Tra le aziende che hanno scelto di bloccare gli acquisti agli utenti russi c’è anche Epic Games, la società che ha sviluppato Fortnite

Dopo aver ospitato l’edizione del 2018, la Russia non parteciperà ai Mondiali di calcio del 2022 che si terranno in Qatar. La decisione è stata presa il 28 febbraio dalla Fifa e nei giorni scorsi è stata trasferita anche su un altro piano. Tra i tanti settori che hanno scelto di chiudere i ponti con Mosca dopo l’invasione in Ucraina c’è anche quello dei videogiochi. Ea Sports, divisione di Electronic Arts, ha deciso di togliere la nazionale russa da tutti i suoi titoli a tema calcio: Fifa 2022, Fifa Mobile e Fifa Online. I giocatori poi non potranno più scegliere squadre russe e, secondo le indiscrezioni, presto il divieto di gioco verrà esteso anche ad altri elementi collegati con la Russia come le tifoserie o gli stadi: «EA Sports è solidale con il popolo ucraino e come molte altre voci del mondo del calcio chiede la pace e la fine dell’invasione dell’Ucraina. In linea con i nostri partner FIFA e UEFA, EA Sports ha iniziato il processo di rimozione della nazionale russa e di tutti i club russi dalle produzioni EA Sports FIFA».
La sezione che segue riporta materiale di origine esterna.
def _look(
    strip: _Strip, eyes_mm: Array, shape: tuple[int, int], jump: float
) -> tuple[Float, Float, Float]:
    """Return what some eyes see differently, summed: light (bands, ...), coverage, revealed share.

    To be added to the exposure's light and coverage: what is covered leaves both, what is revealed
    and no photo shows enters both; coverage counts the other way round, as what is one too many.
    """
    columns = shape[1]
    size = shape[0] * columns
    top = np.full(size, -1, np.int32)
    numbers = np.arange(strip.row.size, dtype=np.int32)
    front, behind = np.flatnonzero(~strip.behind), np.flatnonzero(strip.behind)
    covered: list[Places] = []
    covered_at: list[Places] = []
    shown: list[Places] = []
    shown_at: list[Places] = []
    for right_mm, up_mm in eyes_mm.astype(np.float32):
        # A point is seen through the eye at xi where the middle sees the place m xi farther.
        across = strip.scale * (strip.turn[:, 0, 0] * right_mm + strip.turn[:, 0, 1] * up_mm)
        up = strip.scale * (strip.turn[:, 1, 0] * right_mm + strip.turn[:, 1, 1] * up_mm)
        row = np.rint(strip.row + up).astype(np.intp)
        target = row * columns + np.rint(strip.column - across).astype(np.intp)
        to_front = target[front]
        top[to_front] = numbers[front]  # the nearest comes last and stays
        winner = top[to_front]
        lost = strip.scale[winner] > strip.scale[front] + jump
        covered.append(front[lost])
        covered_at.append(to_front[lost])
        to_behind = target[behind]
        free = top[to_behind] < 0
        candidates, places = behind[free], to_behind[free]
        # A gap that one surface opens in itself is no view behind it.
        torn = _within_one(top, strip.scale, places, columns, jump)
        candidates, places = candidates[~torn], places[~torn]
        top[places] = candidates
        seen = top[places] == candidates
        shown.append(candidates[seen])
        shown_at.append(places[seen])
        top[to_front] = -1
        top[places] = -1
    gone, gone_at = np.concatenate(covered), np.concatenate(covered_at)
    come, come_at = np.concatenate(shown), np.concatenate(shown_at)
    revealed = np.bincount(come_at, minlength=size).astype(np.float32)
    cover = np.bincount(gone_at, minlength=size).astype(np.float32) - revealed
    light = np.empty((strip.light.shape[1], size), np.float32)
    for band in range(len(light)):
        light[band] = np.bincount(come_at, strip.light[come, band], size)
        light[band] -= np.bincount(gone_at, strip.light[gone, band], size)
    return light.reshape(-1, *shape), cover.reshape(shape), revealed.reshape(shape)


def _within_one(top: Index, scale: Float, places: Places, columns: int, jump: float) -> Mask:
    """Tell which free places lie between two points of one surface, left and right or up and down."""
    torn = np.zeros(places.size, bool)
    for step in (1, columns):
        one, other = top[places - step], top[places + step]
        both = (one >= 0) & (other >= 0)
        torn |= both & (np.abs(scale[one] - scale[other]) <= jump)
    return torn


def _softened(change: Float, view: FilmView, scale: float, eyes: int) -> Float:
    """Return the change as diffraction at the opening leaves it, each eye as wide as its share.

    An eye stands for 1/eyes of the opening; what it sees is smeared by that part's own small shadow,
    whose variance a Gaussian shares: (m d)^2 / (16 eyes) along each axis, that of a disc.
    """
    from scipy import fft

    plan = view.plan
    z, d = plan.camera.focal_length_mm, plan.camera.hole.diameter_mm
    rows, columns = plan.padded
    across = fft.rfftfreq(columns, plan.pitch_mm)
    down = fft.fftfreq(rows, plan.pitch_mm)
    radius = np.linspace(0.0, math.hypot(across[-1], down.max()), 256)
    variance = (scale * d) ** 2 / (16.0 * eyes)
    smear = np.exp(-2.0 * math.pi**2 * variance * radius**2)
    at = np.hypot(down[:, None], across[None, :])
    result = np.empty_like(change)

    def soften(number: int) -> None:
        light = plan.material.channels[number].light
        light = light.condensed(3) if light.shares.size > 3 else light
        curve = smear * sum(
            share * lens_share(2.0 * radius * wavelength * 1e-6 * z / d)
            for wavelength, share in zip(light.wavelengths_nm, light.shares, strict=True)
        )
        spectrum = fft.rfft2(change[number])
        spectrum *= np.interp(at, radius, curve).astype(np.float32)
        result[number] = fft.irfft2(spectrum, s=(rows, columns))

    with ThreadPoolExecutor(THREADS) as pool:
        list(pool.map(soften, range(len(change))))
    return result


def _means(planes: Float, coarser: int) -> Float:
    """Return means over squares; odd rests are dropped."""
    rows, columns = planes.shape[1] // coarser, planes.shape[2] // coarser
    cut = planes[:, : rows * coarser, : columns * coarser]
    return np.ascontiguousarray(
        cut.reshape(len(planes), rows, coarser, columns, coarser).mean(axis=(2, 4))
    )


def _middles(plane: Float, coarser: int) -> Float:
    """Return the middle one of each square, so that edges stay edges."""
    rows, columns = plane.shape[0] // coarser, plane.shape[1] // coarser
    first = coarser // 2
    return np.ascontiguousarray(plane[first::coarser, first::coarser][:rows, :columns])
Oltre ad aver eliminato i contenuti legati alla Russia, la casa di produzione Electronic Arts ha deciso di non vendere più i suoi titoli in tutta la nazione. Sono tante le aziende del settore che hanno scelto di seguire questa strada. Microsoft ha chiuso le vendite di tutti i suoi prodotti, comprese le Xbox, Sony ha rinviato il lancio in Russia di Gran Turismo 7, Activision Blizzard ha bloccato le vendite di nuovi titoli e ha deciso di fermare anche le vendite in game, gli acquisti fatti all’interno del gioco da chi è già in possesso del titolo. L’ultima azienda che ha deciso di adottare questa strategia è Epic Games, la casa che sviluppa il colosso Fortnite. In una nota pubblicata nelle ultime ore ha spiegato che «sta interrompendo il commercio con la Russia in risposta alla sua invasione dell’Ucraina». Epic Games ha chiarito però che Fortnite rimarrà accessibile per permettere ai giocatori russi di comunicare con il resto del mondo.


Esport, bloccate le partecipazioni dei giocatori professionisti

Anche i videogiocatori professionisti sono stati colpiti dalla serie di blocchi che hanno riguardato la Russia negli ultimi giorni. Esl, società tedesca che organizza tornei di eSports in tutto il mondo, ha chiarito che tutti i giocatori e le squadre che hanno legami con il governo russo non potranno più partecipare ai suoi tornei. Il team Virtus.pro ha già accusato Esl di aver messo in atto un’operazione di cancel culture contro tutto ciò che riguarda la Russia. Sulla stessa linea di Esl anche Blast Premier, l’associazione nota per organizzare i tornei competitivi di Counter Strike.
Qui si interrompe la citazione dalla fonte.